- _INFORMATION PROVIDED_
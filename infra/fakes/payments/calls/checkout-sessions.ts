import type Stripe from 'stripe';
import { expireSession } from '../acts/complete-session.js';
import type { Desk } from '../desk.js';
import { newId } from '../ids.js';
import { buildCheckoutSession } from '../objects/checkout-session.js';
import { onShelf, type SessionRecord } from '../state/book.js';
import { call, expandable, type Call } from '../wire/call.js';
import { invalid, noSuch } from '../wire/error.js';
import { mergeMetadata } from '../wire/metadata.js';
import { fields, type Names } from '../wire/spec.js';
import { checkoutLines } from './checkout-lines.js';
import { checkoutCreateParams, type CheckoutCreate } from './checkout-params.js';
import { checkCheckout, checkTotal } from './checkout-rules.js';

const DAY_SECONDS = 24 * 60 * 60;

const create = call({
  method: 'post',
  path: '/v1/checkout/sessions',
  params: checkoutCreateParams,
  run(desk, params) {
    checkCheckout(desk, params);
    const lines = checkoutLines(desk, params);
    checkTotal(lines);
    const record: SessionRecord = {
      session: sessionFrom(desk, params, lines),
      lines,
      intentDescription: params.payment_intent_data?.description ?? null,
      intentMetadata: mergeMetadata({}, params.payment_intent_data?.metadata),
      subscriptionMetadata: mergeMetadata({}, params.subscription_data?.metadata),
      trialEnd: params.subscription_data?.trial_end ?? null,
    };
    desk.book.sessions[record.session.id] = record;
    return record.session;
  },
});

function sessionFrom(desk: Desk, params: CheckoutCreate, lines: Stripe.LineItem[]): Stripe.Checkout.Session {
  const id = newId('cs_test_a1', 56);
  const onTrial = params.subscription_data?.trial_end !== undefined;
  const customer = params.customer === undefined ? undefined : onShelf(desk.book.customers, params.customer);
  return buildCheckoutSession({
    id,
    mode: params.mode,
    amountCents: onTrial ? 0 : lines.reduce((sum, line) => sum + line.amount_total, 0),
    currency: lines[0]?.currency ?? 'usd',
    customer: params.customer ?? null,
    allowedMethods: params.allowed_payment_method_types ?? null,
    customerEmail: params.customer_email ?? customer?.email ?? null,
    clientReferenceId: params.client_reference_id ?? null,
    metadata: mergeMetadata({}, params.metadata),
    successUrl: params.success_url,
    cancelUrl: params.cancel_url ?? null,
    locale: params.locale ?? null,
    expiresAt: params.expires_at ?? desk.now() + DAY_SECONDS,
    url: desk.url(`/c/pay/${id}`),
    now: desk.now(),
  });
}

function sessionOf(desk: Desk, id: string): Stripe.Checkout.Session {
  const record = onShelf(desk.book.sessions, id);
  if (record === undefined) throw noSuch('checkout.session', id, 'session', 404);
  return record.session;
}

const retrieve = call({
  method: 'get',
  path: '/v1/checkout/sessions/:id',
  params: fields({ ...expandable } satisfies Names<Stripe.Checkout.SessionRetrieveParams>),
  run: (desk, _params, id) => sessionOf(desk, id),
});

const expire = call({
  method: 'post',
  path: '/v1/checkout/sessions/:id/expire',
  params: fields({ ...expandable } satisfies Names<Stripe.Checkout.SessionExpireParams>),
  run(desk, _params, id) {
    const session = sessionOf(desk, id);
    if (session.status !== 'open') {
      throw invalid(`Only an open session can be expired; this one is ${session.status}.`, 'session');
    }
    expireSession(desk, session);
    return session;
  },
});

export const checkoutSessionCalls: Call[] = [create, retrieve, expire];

- _TASK DIRECTIONS_
Copy out each line of the entries where the word "expandable" is found.

- _RESULT OF THIS TASK_
import { call, expandable, type Call } from '../wire/call.js';
  params: fields({ ...expandable } satisfies Names<Stripe.Checkout.SessionRetrieveParams>),
  params: fields({ ...expandable } satisfies Names<Stripe.Checkout.SessionExpireParams>),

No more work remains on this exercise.